My puppy strypher now turning 4 months today weights 35 pounds . She got her last shots but I really feel she is on the slim side even tho the vet told me she is fine. Let me know what y'all think















Sent from Petguide.com Free App


----------



## NancyJ (Jun 15, 2003)

Looks great to me. You want a lean pup for better bone development.


----------



## [email protected] (Mar 5, 2014)

I took my 4 month old girl on monday to the vet and she weighed 34.5. She eats a lot, but our vet said she didn't look bad either. Not sure what the average weight for a 4 month old female is.

Best of Luck to you!


----------



## JakeInJersey (Dec 13, 2013)

I like this image to demonstrate the differences.. I think your pup looks fine.


----------



## Blanketback (Apr 27, 2012)

She seems fine to me too, and if your vet says so then I'm sure she is. I think vets sometimes overlook too much weight, but never too lean. BTW, we have the same wall colors, lol  Your puppy's a cutie!


----------



## Mrs.P (Nov 19, 2012)

Looks good to me! A leaner pup is better!


----------



## Freestep (May 1, 2011)

She looks perfect. You want them to be on the lean side.


----------



## Strypher (Feb 3, 2014)

Thank you so much everyone for the replies and you all got beautiful shepherds 


Sent from Petguide.com Free App


----------



## K9POPPY (Mar 6, 2014)

She looks just right, you must be doing a good job, she has an amazingly shiny coat, enjoy her!
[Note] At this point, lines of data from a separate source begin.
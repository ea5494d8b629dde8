//! Fields of a body in the units that the solver wants: conductances of a bond between touching cells
//! are 1, concentrations are relative.
//!
//! On the lattice `D lap c = D / (2 d^2) sum_12 (c_j - c_i)`, so that a cell, whose site has the volume
//! `d^3 / sqrt(2)`, exchanges `G (c_j - c_i)` with each neighbour, `G = D d / (2 sqrt(2))`. An empty
//! neighbour site stands for the bath with conductance `exchange * G`.
//!
//! # Where a body's surface lies, and what film it has
//!
//! A compact body of n cells is the ball of radius R that has the volume of its n sites
//! ([`compact_radius_um`](super::compact_radius_um)). Bonds point in all directions alike; those that a
//! surface cuts are cut in proportion to the cosine x of their angle with its normal, so that per cut
//! bond the mean extent along the normal is `d <x^2> / <x> = (2/3) d` (x uniform in [0, 1]) and, the
//! cut being anywhere along the bond, the cell at its inner end lies `d/3` below the surface. Per area
//! there are so many cut bonds N that their conductance makes up for that extent, `G N (2/3) d = D`.
//! With `u_R` the field extrapolated to R and u' its slope there, the flux through the cut bonds is
//! `exchange G N (1 - u_R + u' d/3) = D u'`, hence
//!
//! `1 - u_R = u' (d/3) (2 - exchange) / exchange`:
//!
//! a film of Biot number `Bi = k_m R / D = 3 (R/d) exchange / (2 - exchange)`
//! ([`biot_number`]). Even a well stirred bath (exchange 1) is met a third of a cell diameter beyond R,
//! because the empty site that stands for it does not lie in the surface; this vanishes as `d/R`.
//! [`exchange_of`] gives the exchange that a film asks for; the largest, 2, puts the bath at R itself.

use std::f64::consts::SQRT_2;

/// Amount per volume in 1 mM, fmol/um^3.
const FMOL_PER_UM3_IN_MM: f64 = 1e-3;
/// Seconds in an hour.
const SECONDS_PER_H: f64 = 3600.0;

/// Conductance of the bond between two touching cells, fmol/h per mM of difference:
/// `G = D d / (2 sqrt(2))`, D in um^2/s, d in um.
#[must_use]
pub const fn bond_conductance(diffusivity_um2_per_s: f64, diameter_um: f64) -> f64 {
    diffusivity_um2_per_s * SECONDS_PER_H * diameter_um / (2.0 * SQRT_2) * FMOL_PER_UM3_IN_MM
}

/// Biot number `k_m R / D = 3 (R/d) exchange / (2 - exchange)` of a compact body of radius R in cell
/// diameters (see the [module](self)); infinite at exchange 2, 0 at exchange 0.
#[must_use]
pub const fn biot_number(exchange: f64, radius_in_diameters: f64) -> f64 {
    3.0 * radius_in_diameters * exchange / (2.0 - exchange)
}

/// The exchange at which a compact body of radius R in cell diameters has that Biot number,
/// `2 / (1 + 3 (R/d) / Bi)`, in [0, 2].
#[must_use]
pub const fn exchange_of(biot_number: f64, radius_in_diameters: f64) -> f64 {
    2.0 / (1.0 + 3.0 * radius_in_diameters / biot_number)
}

/// Viability of a body whose cells receive that support: `V = n / sum_i (1 / S_i)`, the harmonic mean;
/// 0 if any `S_i` is 0, NaN if any is NaN or there is no cell.
#[must_use]
pub fn viability(support: &[f64]) -> f64 {
    support.len() as f64 / support.iter().map(|support| support.recip()).sum::<f64>()
}

/// Nutrient that cells take up by Michaelis-Menten kinetics; concentration u relative to the bath's.
///
/// Steady state: `sum_j (u_i - u_j) + exchange * open_i (u_i - 1) + demand u_i / (kappa + u_i) = 0`.
#[derive(Debug, Clone, Copy, PartialEq)]
pub struct Nutrient {
    /// Uptake of a cell at saturation over what a bond conducts at a difference of the bath's
    /// concentration, `q_max / (G c_bath)`.
    pub demand: f64,
    /// Half-saturation concentration over the bath's, `K / c_bath`.
    pub kappa: f64,
    /// Conductance to an empty neighbour site that the bath reaches, relative to a bond's.
    pub exchange: f64,
}

impl Nutrient {
    /// Income of a cell at relative concentration `u`, relative to one bathed directly:
    /// `(u / (kappa + u)) (1 + kappa)`.
    #[must_use]
    pub fn income(&self, u: f64) -> f64 {
        u / (self.kappa + u) * (1.0 + self.kappa)
    }

    /// Thiele modulus of first-order uptake in a compact body of radius R in cell diameters,
    /// `phi = R sqrt(k / D)` with `k = q_max / (K V_cell)` (Thiele 1939).
    ///
    /// On the lattice `sum_12 (c_j - c_i) = 2 d^2 lap c`, so `k d^2 / D = demand / (2 kappa)`.
    #[must_use]
    pub fn thiele_modulus(&self, radius_in_diameters: f64) -> f64 {
        radius_in_diameters * (self.demand / (2.0 * self.kappa)).sqrt()
    }
}

/// Waste that cells release in proportion to their income; concentration w relative to the toxic one.
///
/// Steady state: `sum_j (w_i - w_j) + exchange * open_i w_i - release e_i = 0` with the income
/// `e_i = f_i / (1 + w_i)`, where `f_i` is what the cell would earn without waste, relative to e0.
#[derive(Debug, Clone, Copy, PartialEq)]
pub struct Waste {
    /// Release at full income over what a bond conducts at a difference of the toxic concentration.
    pub release: f64,
    /// Conductance to an empty neighbour site that the bath reaches, relative to a bond's.
    pub exchange: f64,
}

/// Support shared by local transport of the viability task's product.
///
/// Steady state of `lambda^2 lap S - S + v = 0`: with `a = lambda^2 / 2` (lambda in cell diameters),
/// `a sum_j (S_i - S_j) + a leak open_i S_i + S_i = v_i`.
#[derive(Debug, Clone, Copy, PartialEq)]
pub struct Sharing {
    /// Range lambda, cell diameters; 0: no sharing.
    pub range_diameters: f64,
    /// Share of the exchange at empty neighbour sites that is lost; 0: a sealed body.
    pub leak: f64,
}

/// What decides the incomes of a body's cells; without either, every cell is fully fed.
#[derive(Debug, Clone, Copy, PartialEq, Default)]
pub struct Fields {
    /// What cells take up.
    pub nutrient: Option<Nutrient>,
    /// What they release.
    pub waste: Option<Waste>,
}

impl Fields {
    /// Whether incomes can differ between cells.
    #[must_use]
    pub const fn act(&self) -> bool {
        self.nutrient.is_some() || self.waste.is_some()
    }
}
Bob


----------



## igottabecrazy (May 24, 2013)

I worry some that Indie is a little scrawny at 13 months. My vet said she's fine. She's also said they tend to bulk up between ages 2 and 4 and it's really hard to get weight off if they get too "bulky". She hasn't let me down in 20 years so I'm trusting her on this.

Sent from Petguide.com Free App


----------